Consider the General linear group $GL(n,q)$ over the finite field $\mathbb{F}_q$ of $q$ elements. The unitary group $U(n,q)$ is described as a subgroup of $GL(n,q^2)$ which is the set of linear maps which are invariant under a $c$-Hermitian form on the $n-$dimension vector space $V$ over $\mathbb{F}_{q^2}$, where $c:\mathbb{F}_{q^2}\to \mathbb{F}_{q^2}$ is the Frobenius automorphism $\alpha\mapsto \alpha^{q}$. Since, all the $c-$ Hermitian forms over $\mathbb{F}_q$ are equivalent, there is a unique isometry group upto isomorphism, which is $U(n,q)$.
Now, G.E Wall had described the conjugacy classes of these groups(over any field though). Now, I need to verify my understanding of conjugacy class of $U(n,q)$. This is what I understand:
(1) One defines a certain set of monic polynomials in $\mathbb{F}_{q^2}[x]$ as follows: If $f\in \mathbb{F}_{q^2}[x]$, then define the dual of $f$ as $\tilde{f}(x)=\frac{1}{f(0)^c}x^{deg(f)}f^{c}(x^{-1})$. In other words, $\tilde{f}$ is such that: $\alpha$ is a root of $f$ iff $\alpha^{-q}$ is a root of $\tilde{f}$. We call $f$ self-dual if $f=\tilde{f}$.

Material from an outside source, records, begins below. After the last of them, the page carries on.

"""The page for errors outside of the API."""

from __future__ import annotations

import logging
from uuid import uuid4

from flask import g, make_response, render_template, request
from werkzeug import Response as WerkzeugResponse
from werkzeug.exceptions import HTTPException

_log = logging.getLogger(__name__)

_WORDS = {
    404: ("There is no such page", "Check the address, or begin at the start page."),
    405: ("This page cannot be used in that way", "Begin at the start page."),
    500: ("The service failed", "The failure is in the log. Until it answers again, treat lots as on hold."),
}


def error_page(error: Exception) -> WerkzeugResponse:
    """Show what went wrong, with the headers that belong to it."""
    if isinstance(error, HTTPException) and (error.response is not None or (error.code or 500) < 400):
        return error.get_response()
    status = (error.code or 500) if isinstance(error, HTTPException) else 500
    identity = g.setdefault("request_id", str(uuid4()))
    if status >= 500:
        _log.error("request %s %s %s failed", identity, request.method, request.path, exc_info=error)
    title, advice = _WORDS.get(status, ("The request cannot be answered", "Begin at the start page."))
    page = render_template("pages/error.html", title=title, advice=advice, status=status, identity=identity)
    response = make_response(page, status)
    if isinstance(error, HTTPException):
        for name, value in error.get_headers():
            if name.lower() != "content-type":
                response.headers[name] = value
    return response
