"""The slope test against scipy's regression, and the direction against simulation."""

import math

import numpy as np
import pytest
from scipy import stats

from budgets.evidence.slope_test import slope_test


def test_slope_intercept_and_t_are_those_of_an_ordinary_regression():
    generator = np.random.default_rng(1)
    x = generator.uniform(2, 5, 30)
    y = 0.2 + 0.93 * x + generator.normal(0, 0.1, 30)
    found, reference = slope_test(x, y), stats.linregress(x, y)
    assert (found.slope, found.intercept) == pytest.approx((reference.slope, reference.intercept))
    assert found.slope_standard_uncertainty == pytest.approx(reference.stderr)
    assert found.intercept_standard_uncertainty == pytest.approx(reference.intercept_stderr)
    t = abs(reference.slope - 1) / reference.stderr
    assert found.statistic == pytest.approx(t)
    assert found.p_value == pytest.approx(2 * stats.t.sf(t, 28))
    reach = stats.t.ppf(0.975, 28) * reference.stderr
    assert found.interval == pytest.approx((reference.slope - reach, reference.slope + reach))
    # ISO 12099 (from memory): t = |slope - 1| sqrt(s_x^2 (n - 1) / s_res^2)
    residual = np.std(y - reference.intercept - reference.slope * x, ddof=2)
    assert found.statistic == pytest.approx(
        abs(reference.slope - 1) * math.sqrt(np.var(x, ddof=1) * 29 / residual**2)
    )


def test_the_right_way_round_a_shrunken_predictor_has_a_slope_of_one():
    """The best predictor of a truth shrinks; only the reference on the reading shows that it is right."""
    generator = np.random.default_rng(2)
    truth = generator.normal(0, 1, 4000)
    signal = truth + generator.normal(0, 0.485, 4000)
    prediction = signal / (1 + 0.485**2)
    assert slope_test(prediction, truth).slope == pytest.approx(1.0, abs=0.03)
    assert slope_test(truth, prediction).slope == pytest.approx(0.81, abs=0.03)


def test_where_there_is_no_slope():
    assert slope_test([1.0, 2.0], [1.0, 2.0]) is None
    assert slope_test([3.0, 3.0, 3.0], [1.0, 2.0, 3.0]) is None


def test_pairs_on_a_line_exactly_have_no_doubt():
    found = slope_test([1.0, 2.0, 3.0], [2.0, 4.0, 6.0])
    assert found.statistic == math.inf and found.p_value == 0.0
    assert found.to_document()["t_statistic"] is None


def test_the_size_of_the_test():
    generator = np.random.default_rng(3)
    rejected = 0
    for _ in range(1000):
        x = generator.uniform(2, 5, 12)
        rejected += slope_test(x, x + generator.normal(0, 0.1, 12)).p_value < 0.05
    # 5 %, +- 3 standard errors of 1,000 studies
    assert 0.029 < rejected / 1000 < 0.071


def test_a_large_offset_costs_no_digits():
    generator = np.random.default_rng(4)
    x = np.round(generator.uniform(2, 5, 20), 6)
    y = np.round(x + generator.normal(0, 0.1, 20), 6)
    assert slope_test(x + 2**20, y + 2**20).slope == pytest.approx(slope_test(x, y).slope, rel=1e-8)
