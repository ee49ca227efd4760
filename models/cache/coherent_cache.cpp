// Copyright the Earshot authors.
// SPDX-License-Identifier: Apache-2.0
#include "earshot/cache/coherent_cache.h"

#include <algorithm>
#include <cstring>
#include <sstream>

namespace earshot {
namespace {

constexpr const char* config_id = "/earshot/cache/config";
constexpr const char* protocol_id = "/earshot/cache/protocol";
constexpr const char* memory_id = "/earshot/cache/memory";

// A geometry to build the store with while problems are being reported.
Geometry checked(const sc_core::sc_object& module, const CacheConfig& config, Family family) {
  std::vector<std::string> found = config.geometry.problems();
  if (config.table == nullptr)
    found.push_back("protocol: no table was given; use load_table(\"dirty-owner-update\") or another");
  else if (config.table->family() != family)
    found.push_back("protocol: '" + config.table->name() + "' belongs to the " +
                    (family == Family::update ? "invalidate family: use an InvalidatingCache"
                                              : "update family: use an UpdatingCache"));
  if (found.empty()) return config.geometry;
  std::string text = module.name();
  for (const std::string& problem : found) text += "\n  " + problem;
  SC_REPORT_ERROR(config_id, text.c_str());
  return Geometry{};
}

// Holds the bus for as long as one line's access takes effect.
class Grant {
 public:
  explicit Grant(RequestInterface& bus) : bus_(bus), waited_(bus_.acquire()) {}
  ~Grant() { bus_.release(); }
  Grant(const Grant&) = delete;
  Grant& operator=(const Grant&) = delete;
  bool waited() const { return waited_; }

 private:
  RequestInterface& bus_;
  bool waited_;
};

// Copies a short run of bytes. The sizes processors use are spelt out: a call to memcpy() would cost as much as the
// rest of a hit.
inline void copy_word(std::uint8_t* to, const std::uint8_t* from, std::size_t length) {
  switch (length) {
    case 1: std::memcpy(to, from, 1); return;
    case 2: std::memcpy(to, from, 2); return;
    case 4: std::memcpy(to, from, 4); return;
    case 8: std::memcpy(to, from, 8); return;
    default: std::memcpy(to, from, length);
  }
}

void copy_enabled(std::uint8_t* to, const std::uint8_t* from, std::size_t length, const std::uint8_t* enable) {
  if (enable == nullptr) {
    copy_word(to, from, length);
    return;
  }
  for (std::size_t i = 0; i < length; ++i)
    if (enable[i] == TLM_BYTE_ENABLED) to[i] = from[i];
}

}  // namespace

// An owned victim between leave() and the end of its write-back. Unless that is done it comes back: if memory
// refuses, and also if a target throws or the process is killed while a target waits.
class CoherentCache::Departure {
 public:
  Departure(CoherentCache& cache, Slot& slot, bool owed, const Slot& before)
      : cache_(cache), slot_(slot), before_(before), owed_(owed) {}
  ~Departure() {
    if (owed_) cache_.come_back(slot_, before_);
  }
  Departure(const Departure&) = delete;
  Departure& operator=(const Departure&) = delete;
  bool owed() const { return owed_; }
  void done() { owed_ = false; }

 private:
  CoherentCache& cache_;
  Slot& slot_;
  Slot before_;
  bool owed_;
};

// A line being fetched: debug accesses reach it while the target waits.
class CoherentCache::Arrival {
 public:
  Arrival(CoherentCache& cache, std::uint64_t line) : cache_(cache) { cache_.incoming_line_ = line; }
  ~Arrival() { cache_.incoming_line_ = ~std::uint64_t{0}; }
  Arrival(const Arrival&) = delete;
  Arrival& operator=(const Arrival&) = delete;

 private:
  CoherentCache& cache_;
};

void CacheTotals::add(const CacheTotals& other) {
  reads += other.reads;
  writes += other.writes;
  hits += other.hits;
  misses += other.misses;
  uncached += other.uncached;
  errors += other.errors;
  latency.add(other.latency);
  parts.add(other.parts);
}

CoherentCache::CoherentCache(sc_core::sc_module_name name, const CacheConfig& config, Family family)
    : sc_module(name),
      table_(config.table),
      hit_ps_(to_ps(config.hit_time)),
      hit_time_(config.hit_time),
      store_(checked(*this, config, family)),
      leaving_(store_.line_bytes()),
      incoming_(store_.line_bytes()) {
  cpu_socket.bind(static_cast<tlm::tlm_fw_transport_if<>&>(*this));
  bus_socket.bind(static_cast<SnoopInterface&>(*this));
}

CacheTotals CoherentCache::totals() const {
  CacheTotals all = totals_;
  const std::uint64_t fast = fast_reads_ + fast_writes_;
  all.reads += fast_reads_;
  all.writes += fast_writes_;
  all.hits += fast;
  all.latency.add(hit_ps_, fast);
  all.parts[LatencyPart::hit] += hit_ps_ * fast;
  return all;
}

const std::string& CoherentCache::state_of(std::uint64_t address) const {
  const std::uint64_t line = store_.line_of(address);
  for (const Slot& slot : store_.slots())
    if (slot.line == line) return table_->state(slot.state).name;
  return table_->state(absent).name;
}

// ---- CPU side

void CoherentCache::b_transport(tlm::tlm_generic_payload& payload, sc_core::sc_time& delay) {
  const std::uint64_t address = payload.get_address();
  const unsigned length = payload.get_data_length();
  const std::uint64_t line = store_.line_of(address);
  const std::uint64_t offset = address - line;

  // The short path: a hit, in one line, that changes no state.
  if (payload.get_byte_enable_ptr() == nullptr && payload.get_data_ptr() != nullptr &&
      payload.get_streaming_width() >= length &&
      std::uint64_t{length} - 1 < store_.line_bytes() - offset) {
    Slot* const slot = store_.find(line);
    if (slot != nullptr) {
      const bool read = payload.get_command() == tlm::TLM_READ_COMMAND && slot->fast_read;
      if (read || (payload.get_command() == tlm::TLM_WRITE_COMMAND && slot->fast_write)) {
        std::uint8_t* const bytes = store_.bytes(*slot);
        if (read) {
          copy_word(payload.get_data_ptr(), bytes + offset, length);
          ++fast_reads_;
        } else {
          copy_word(bytes + offset, payload.get_data_ptr(), length);
          ++fast_writes_;
        }
        store_.touch(*slot);
        if (observer_ != nullptr) observer_->accessed(port_, !read, address, bytes + offset, length);
        delay += hit_time_;
        payload.set_dmi_allowed(false);
        payload.set_response_status(tlm::TLM_OK_RESPONSE);
        return;
      }
    }
  }
  access(payload, delay);
}

tlm::tlm_sync_enum CoherentCache::nb_transport_fw(tlm::tlm_generic_payload& payload, tlm::tlm_phase& phase,
                                                  sc_core::sc_time& time) {
  if (phase != tlm::BEGIN_REQ) {
    std::ostringstream text;
    text << name() << ": nb_transport_fw with phase " << phase
         << "; every access completes early, so only BEGIN_REQ is expected";
    SC_REPORT_ERROR(protocol_id, text.str().c_str());
    return tlm::TLM_COMPLETED;
  }
  b_transport(payload, time);
  return tlm::TLM_COMPLETED;
}

void CoherentCache::access(tlm::tlm_generic_payload& payload, sc_core::sc_time& delay) {
  payload.set_dmi_allowed(false);
  if (payload.get_command() == tlm::TLM_IGNORE_COMMAND) {
    payload.set_response_status(tlm::TLM_OK_RESPONSE);
    return;
  }
  Progress progress;
  progress.delay = delay;
  const unsigned extent = std::min(payload.get_data_length(), payload.get_streaming_width());
  const int window = extent == 0 ? -1 : map_->find(payload.get_address(), extent);
  if (extent == 0 || payload.get_data_ptr() == nullptr) {
    progress.status = tlm::TLM_BURST_ERROR_RESPONSE;
  } else if (window < 0) {
    progress.status = tlm::TLM_ADDRESS_ERROR_RESPONSE;
  } else if (!map_->window(window).cached) {
    bus_socket->pass_through(payload, delay, progress.parts);
    ++(payload.is_response_ok() ? totals_.uncached : totals_.errors);
    return;
  } else {
    access_cached(payload, progress);
  }
  payload.set_response_status(progress.status);
  delay = progress.delay;
  if (progress.status != tlm::TLM_OK_RESPONSE) {
    ++totals_.errors;
    return;
  }
  ++(payload.is_write() ? totals_.writes : totals_.reads);
  ++(progress.hit ? totals_.hits : totals_.misses);
  totals_.latency.add(progress.parts.total());
  totals_.parts.add(progress.parts);
}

(2) Now, $K=\bigcup\limits_{g\in GL(n,q^2)} gU(n,q^2)g^{-1}$ is a normal subset of $GL(n,q^2)$, and hence a union of conjugacy classes of $GL(n,q^2)$. Now, by the theory of rational canonical forms, one can associate a combinatorial data to an element $T\in GL(n,q^2)$, as follows: If $\Phi$ is the set of all irreducible polynomials in $\mathbb{F}_{q^2}$ except $x$, then the combinatorial data of $T$ denoted by $\Delta_T$ is: for $\phi \in \Phi$, (a) a partition $\lambda_{\phi}$ of $|\lambda_{\phi}|$ (b) $\sum\limits_{\phi \in \Phi} deg(\phi)|\lambda_{\phi}|=n$. Now, By the theory of Wall, a conjugacy class $C$ of $GL(n,q^2)$ belongs to $K$ iff the combinatorial data is as follows: for $\phi \in \Phi$, (a) a partition $\lambda_{\phi}$ of $|\lambda_{\phi}|$ (b)$\lambda_{\phi}=\lambda_{\tilde{\phi}}$ (c)$\sum\limits_{\phi \in \Phi} deg(\phi)|\lambda_{\phi}|=n$. It is clear that $\phi$ is irreducible iff $\tilde{\phi}$ is irreducible.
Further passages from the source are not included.